Some people living at Acorn Lodge Residential home had complex needs and were unable to speak with us. We used different methods to help us understand people's experiences of living at the home. Our observations showed us that staff supported people in a patient and sensitive way. We saw that people received care in ways that met their individual needs. There were processes in place to ensure that care was delivered safely.

Staff listened to people and treated them with respect. It was evident that staff knew people well and understood their individual needs. People received care and support that was person-centred and caring.

There were suitable arrangements in place to ensure people's medication was managed safely.

Staff received support and training to make sure they had the skills and knowledge to care for people safely.

We found that the provider had systems in place to monitor and respond to any complaints received by the home. There were adequate systems in place to ensure records were accurate and maintained.

15 November 2012

During a routine inspection

The people we spoke to told us they were happy with their care and that of their relatives. We found evidence of clear care planning and delivery and that the choices of the people living here were taken into account. We observed activities taking place in different rooms which were being enjoyed by those taking part. We saw that people had individualised their bedrooms to make them comfortable and familiar. The daily records reflected a wide range of schedules which included a number of regular and spontaneous outings which offered opportunities to access the wider community. We saw that the service is visited by families and other professionals on a regular basis and that they were welcomed by staff.

4 October 2011

During a routine inspection

During our visit we were able to hold a conversation with two people and they were able to make comments about specific issues, such as the quality of the meals, whether or not they liked their room, how they spent their day and if they liked staff. However, most of the information about people's experiences was gathered through our observations.

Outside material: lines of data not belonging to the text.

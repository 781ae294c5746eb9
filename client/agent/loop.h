/*
 * The driver's whole run: from the campaign's plan through the one-time keys and the sealing to the report of the last
 * slot. It may be ended and started again at any point.
 */
#ifndef QB_AGENT_LOOP_H
#define QB_AGENT_LOOP_H

#include "client/agent/driver.h"

/*
 * Opens home, service and ledger, checks that this party drives this station, and opens the sink.
 *
 * Given:    opt, log      kept; stopping may be NULL
 * Returned: d             loop_close, also after an error
 * Errors:   QB_REFUSED    not this station's driver; what home, link and follow report
 */
enum qb_status loop_open(struct driver *d, const struct driver_options *opt, const struct log *log,
                         volatile sig_atomic_t *stopping, struct qb_error *e) QB_MUST_USE;
void loop_close(struct driver *d);

/*
 * Until the last slot is reported, or until told to end.
 *
 * Errors:   QB_REFUSED    the service has one-time keys of this station that are not in this home
 *           QB_CRYPTO     the ledger or the campaign's certificate does not verify
 */
enum qb_status loop_run(struct driver *d, struct qb_error *e) QB_MUST_USE;

#endif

People with whom we spoke told us they were happy and liked where they were living. People also told us that the care and support they received was good and that they liked the staff working within the service.

People told us that they felt safe and that, if they had any concerns or worries, they would discuss them with a member of staff. One relative confirmed that they felt able to discuss issues with the owner and/or staff. They told us that they had no concerns at the time of our visit about the care provided for their member of family.